Specifically, I want to know how to use it myself. I wanted to experience it as a vehicle for creation. I wanted to dig deep into its functions and rhythms, to embrace the technology’s particular potential for creativity and storytelling–immediacy and ephemerality, the ultimate in-the-moment mode of messaging, launched by the generation who coined the phrase FOMO.

If I sound a bit romantic about it, it’s because I’m covering for the sheer panic I felt when trying it out for the first time and having NO idea what to do with it.

I’d heard people say “Snapchat is nothing like Facebook and Twitter” but I was still unprepared for the mental confusion I experienced when I downloaded the app, clicked the ghost in the little yellow box, and found my eyes swimming in unfamiliar shapes and colors that, surprise surprise, looked nothing like Twitter or Facebook.On both those platforms, as you likely know, you log in, you see a top-to-bottom (more or less) chronological feed from fellow users, you see a text box beckoning your own contributions –“What’s on your mind? it asks, inviting”– which proudly crowns the ever-updating pile of posts.
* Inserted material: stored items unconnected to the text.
import { type Dirent, existsSync, readdirSync, statSync } from 'node:fs';
import { join } from 'node:path';
import { inputFailure } from '../errors/file-system.js';
import { InputError } from '../errors/input-error.js';
import { lockFolder } from './folder-lock.js';
import type { SweepRow } from './result-row.js';
import { shardOf } from './shard.js';
import { readShardRecord, SHARD_RECORD_FILE, type ShardRecord } from './shard-record.js';
import { type SweepOutputPaths, writeSweepOutputs } from './sweep-outputs.js';

/** What a merge did. */
export interface MergeReport extends SweepOutputPaths {
  /** Number of shards merged (N). */
  readonly shards: number;
  /** Rows in the merged table: every capture of the sweep. */
  readonly captures: number;
  /** Rows whose analysis failed or whose capture could not be read. */
  readonly failed: number;
  /** The merged table, in the sweep's order. */
  readonly rows: readonly SweepRow[];
}

/** A shard record and the folder it was found in (relative to the results folder). */
interface Found {
  readonly folder: string;
  readonly path: string;
  readonly record: ShardRecord;
}

const SHARD_FOLDER = /^shard-(\d+)-of-(\d+)$/;

/**
 * Merges the shards of a sweep: reads every shard record (`shard.json`) in
 * the subfolders of `dir` (where `intradyne sweep --shard K/N --out DIR`
 * puts them), checks that they make one complete sweep, and writes its
 * table (`results.csv`, `results.arrow`) into `dir`, row for row and byte for
 * byte what one sweep of the same captures with the same settings writes.
 *
 * Refused, with the folders at fault named: no shard at all; shards of
 * different counts N; a shard missing (or unfinished: its folder has no
 * record) or present twice; shards run with different library versions or
 * settings, or over different inputs (another folder or manifest, or the
 * same one with captures added or removed between shards); a row in a
 * shard it does not hash to, or a capture missing or present twice.
 * With `options.report`, also writes the sweep's HTML report there, the
 * same page one sweep with `--report` gives.
 * The merge holds the results folder's lock (see `lockFolder`) while it
 * reads and writes, so that it never runs beside a sweep into that folder.
 * @throws InputError naming the results folder or the shard record at fault,
 *   or when the report path is a shard's record; OutputError when another
 *   run holds the folder or an output cannot be written
 * @example mergeShards('lab-sweep') // after shards 0/4 … 3/4 wrote lab-sweep/shard-K-of-4
 */
export function mergeShards(dir: string, options: { readonly report?: string } = {}): MergeReport {
  if (!existsSync(dir) || !statSync(dir).isDirectory())
    throw new InputError({ file: dir }, 'results folder', 'the output folder of a sharded sweep', 'no such folder');
  const lock = lockFolder(dir, 'merge');
  try {
    return mergeLocked(dir, options);
  } finally {
    lock.release();
  }
}

function mergeLocked(dir: string, options: { readonly report?: string }): MergeReport {
  const found: Found[] = [];
  const unfinished: string[] = [];
  let entries: Dirent[];
  try {
    entries = readdirSync(dir, { withFileTypes: true });
  } catch (e) {
    throw inputFailure(e, dir, 'results folder', 'a readable folder');
  }
  for (const e of entries.sort((a, b) => (a.name < b.name ? -1 : 1))) {
    if (!e.isDirectory()) continue;
    const path = join(dir, e.name, SHARD_RECORD_FILE);
    if (existsSync(path)) found.push({ folder: e.name, path, record: readShardRecord(path) });
    else if (SHARD_FOLDER.test(e.name)) unfinished.push(e.name);
  }
  if (found.length === 0) {
    throw new InputError(
      { file: dir },
      'shards',
      `subfolders shard-K-of-N holding a ${SHARD_RECORD_FILE} (written by 'intradyne sweep --shard K/N --out ${dir}' when a shard finishes)`,
      unfinished.length > 0 ? `only unfinished shards: ${unfinished.join(', ')}` : 'none',
    );
  }
  const first = found[0];
  const count = first.record.shards;
  const label = (f: Found) => `shard ${f.record.shard}/${f.record.shards} in ${f.folder}`;

  const counts = found.filter((f) => f.record.shards !== count);
  if (counts.length > 0) {
    throw new InputError(
      { file: dir },
      'shards',
      `shards of one split (all N = ${count}, as ${label(first)}); remove the folders of the other split`,
      counts.map(label).join(', '),
    );
  }
  const byIndex = new Map<number, Found>();
  for (const f of found) {
    const twin = byIndex.get(f.record.shard);
    if (twin)
      throw new InputError(
        { file: dir },
        `shard ${f.record.shard}/${count}`,
        'one folder holding it',
        `two: ${twin.folder} and ${f.folder}`,
      );
    byIndex.set(f.record.shard, f);
  }
  const missing: string[] = [];
  for (let k = 0; k < count; k++) {
    if (byIndex.has(k)) continue;
    const folder = `shard-${k}-of-${count}`;
    missing.push(
      unfinished.includes(folder) ? `${k}/${count} (${folder} has no ${SHARD_RECORD_FILE}: it did not finish)` : `${k}/${count}`,
    );
  }
  if (missing.length > 0)
    throw new InputError(
      { file: dir },
      'shards',
      `all ${count} shards 0/${count} to ${count - 1}/${count}`,
      `missing ${missing.join(', ')}`,
    );

  for (const f of found) {
    const r = f.record;
    if (r.version !== first.record.version)
      throw new InputError({ file: f.path }, 'library version', `${first.record.version}, as ${label(first)}`, r.version);
    if (r.settingsSha256 !== first.record.settingsSha256)
      throw new InputError(
        { file: f.path },
        'analysis settings',
        `the settings of ${label(first)}: ${JSON.stringify(first.record.settings)}`,
        JSON.stringify(r.settings),
      );
    if (r.input.captures !== first.record.input.captures || r.input.listingSha256 !== first.record.input.listingSha256)
      throw new InputError(
        { file: f.path },
        'sweep input',
        `the captures ${label(first)} was split from (${first.record.input.captures} of them)`,
        `another list of ${r.input.captures} captures (a different folder or manifest, or captures added or removed between shards)`,
      );
  }

  const total = first.record.input.captures;
  const table: (SweepRow | undefined)[] = new Array(total);
  for (const f of found) {
    for (const { position, row } of f.record.rows) {
      const key = row.capture as string;
      if (shardOf(key, count) !== f.record.shard)
        throw new InputError(
          { file: f.path },
          `row ${key}`,
          `a capture of shard ${f.record.shard}/${count}`,
          `one of shard ${shardOf(key, count)}/${count}`,
        );
      if (position >= total) throw new InputError({ file: f.path }, `row ${key}`, `a position below ${total}`, String(position));
      if (table[position] !== undefined)
        throw new InputError(
          { file: f.path },
          `row ${key}`,
          `a position of its own`,
          `${position}, the place of ${table[position]!.capture}`,
        );
      table[position] = row;
    }
  }
  let absent = 0;
  for (let i = 0; i < total; i++) if (table[i] === undefined) absent++;
  if (absent > 0)
    throw new InputError(
      { file: dir },
      'rows',
      `one row per capture of the sweep (${total})`,
      `${absent} captures without a row`,
    );

  const rows = table as SweepRow[];
  return {
    shards: count,
    captures: rows.length,
    failed: rows.filter((r) => r.ok !== true).length,
    rows,
    ...writeSweepOutputs(
      dir,
      rows,
      options.report === undefined
        ? undefined
        : {
            path: options.report,
            context: {
              source: dir,
              library: 'intradyne',
              version: first.record.version,
              settings: first.record.settings,
              settingsSha256: first.record.settingsSha256,
            },
            inputs: found.map((f) => f.path),
          },
    ),
  };
}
But signing into Snapchat, I didn’t know which buttons did what. I wasn’t seeing a feed, things weren’t where I thought they’d be, I couldn’t get a grasp of which swipe movements accomplished which actions. I stumbled and clunked as I tried to navigate it. I grumbled in frustration. I had some admittedly farcical thoughts about those dang kids and their new-fangled technology.

Which is funny, really, because just a few days ago, the Northeast Media Literacy Conference (NMLC) opened with a session entitled “Media Literacy Grandparents.” The sharp and eloquent Renee Hobbes moderated a discussion amongst emerging Media Studies scholars, each of whom described their roots in the subject and named some metaphorical “grandparents;” folks whose work had a heavy impact at an early age, whose media work shaped their own passions and talents. Some panelists named mentors or advisors they knew personally, and others named famous scholars like Marshall McLuhan, Paulo Freire, Adorno, Kristeva, Mulvey, etc.. The audience was then asked to write down their media literacy grandparents on sheets of paper provided, and tack them to a large “wall of inspiration.”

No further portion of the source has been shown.